SPQL query examples

Prev Next

This article provides examples of SPQL queries to demonstrate syntax application. Refer to SPQL Syntax Rules for syntax details and Understand field names for available fields.

Example 1

Search DDOS in htmltitle and header.server with http success code (200).

htmltitle = "DDoS* not configured" AND response = 200 AND header.server = ddos*

Example 2

Find domains starting with mendicant (not .com TLD) scanned in the last 30 days.
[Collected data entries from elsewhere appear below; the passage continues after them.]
import { join } from 'node:path'
import { checkNode, installPackages, prepareApp } from './lib/packages.mjs'
import { root } from './lib/places.mjs'
import { run } from './lib/run.mjs'
import { runMain } from './lib/stop-sentence.mjs'

// npm run test:soak: the large seeded counts; they need neither build nor database.
await runMain(async () => {
  checkNode()
  await installPackages()
  await prepareApp()
  const command = [process.execPath, join(root, 'node_modules/vitest/vitest.mjs'), 'run', '--project', 'soak', ...process.argv.slice(2)]
  return (await run(command, { show: true, env: { NODE_ENV: 'test' } })).code
})
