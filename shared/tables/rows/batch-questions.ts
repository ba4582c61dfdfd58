import { fold } from '../cells/fold'
import { ask } from '../columns/questions'
import type { FoundReading, Question, TableChoices } from '../types'

export interface KnownBatch { label: string, measuredOn: string | null }

/** The days of each batch that the table names; null: a reading without a date. */
function daysOfBatches(readings: readonly FoundReading[]): Map<string, Set<string | null>> {
  const days = new Map<string, Set<string | null>>()
  for (const { batch, date } of readings) {
    if (batch === null) continue
    const known = days.get(batch)
    if (known) known.add(date)
    else days.set(batch, new Set([date]))
  }
  return days
}

const campaignOptions = [{ value: 'join', label: 'the same batch: join it' }, { value: 'apart', label: 'another batch: keep it apart' }]
const tableOptions = [{ value: 'join', label: 'one batch with one blank' }, { value: 'apart', label: 'a batch for each day' }]

function questionAbout(label: string, dates: ReadonlySet<string | null>, batches: readonly KnownBatch[], isOwnExport: boolean, choices: TableChoices): Question[] {
  const existing = batches.find(batch => fold(batch.label) === fold(label))
  if (existing) {
    const isSameDay = existing.measuredOn !== null && dates.size === 1 && dates.has(existing.measuredOn)
    const when = existing.measuredOn === null ? '' : `, measured on ${existing.measuredOn}`
    const message = `The campaign already has a batch “${existing.label}”${when}. Is this the same one?`
    return [ask({ code: 'batch-exists', subject: label, message, options: campaignOptions }, isSameDay ? 'join' : null, choices)]
  }
  const days = [...dates].filter(date => date !== null).sort()
  if (days.length < 2 || isOwnExport) return []
  const message = `Batch “${label}” was measured on ${days.length} days, ${days[0]} to ${days.at(-1)}. Is it one batch?`
  return [ask({ code: 'batch-exists', subject: label, message, options: tableOptions }, 'join', choices)]
}

/**
 * Asks about every batch of the table whose label the campaign already has (on the same day it is taken for the same),
 * and about one label that stands for several days, which in an export of our own are batches of several campaigns.
 */
export function batchQuestions(readings: readonly FoundReading[], batches: readonly KnownBatch[], isOwnExport: boolean, choices: TableChoices): Question[] {
  return [...daysOfBatches(readings)].flatMap(([label, dates]) => questionAbout(label, dates, batches, isOwnExport, choices))
}

/** Gives each day its own batch where a person says that one label stands for several. */
export function withBatchesApart(readings: readonly FoundReading[], questions: readonly Question[]): FoundReading[] {
  const apart = new Set(questions.filter(({ options, answer }) => options === tableOptions && answer === 'apart').map(({ subject }) => subject))
  if (apart.size === 0) return [...readings]
  return readings.map(reading => reading.batch !== null && reading.date !== null && apart.has(reading.batch) ? { ...reading, batch: `${reading.batch}, ${reading.date}` } : reading)
}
domain = mandiant.* AND domain != mandiant.com AND scan_date > now-30d

Example 3

Search for servers with specific content-type, not running Apache or nginx, in IP ranges 83.143.113.0/16 or 92.205.3.0/16, with opendirectory enabled and cpanel in SSL certificate names, scanned in the last 10 days.

header.content-type = "text/html; charset=iso-8859-1" AND header.server != Apache AND header.server != nginx AND ip = [83.143.113.0/16, 92.205.3.0/16] AND opendirectory = true AND ssl.sans = cpanel* AND scan_date > now-10d

Example 4

Find domains in SSL certificate names matching silent[a-z].+\.io, not matching silent.*in the domain name, with a non-empty domain, in IP ranges 13.249.0.0/16 or 52.84.0.0/16, scanned in the last 30 days.

scan_date > now-30d AND ssl.sans ~= /^silent[a-z].+\.io$/ AND domain !~= /silent.*/ AND domain ~= /.+/ AND ip = [13.249.0.0/16, 52.84.0.0/16]

Notes: Use SPQL API functionality to execute queries via the API.
See
SPQL data sources for querying specific repositories.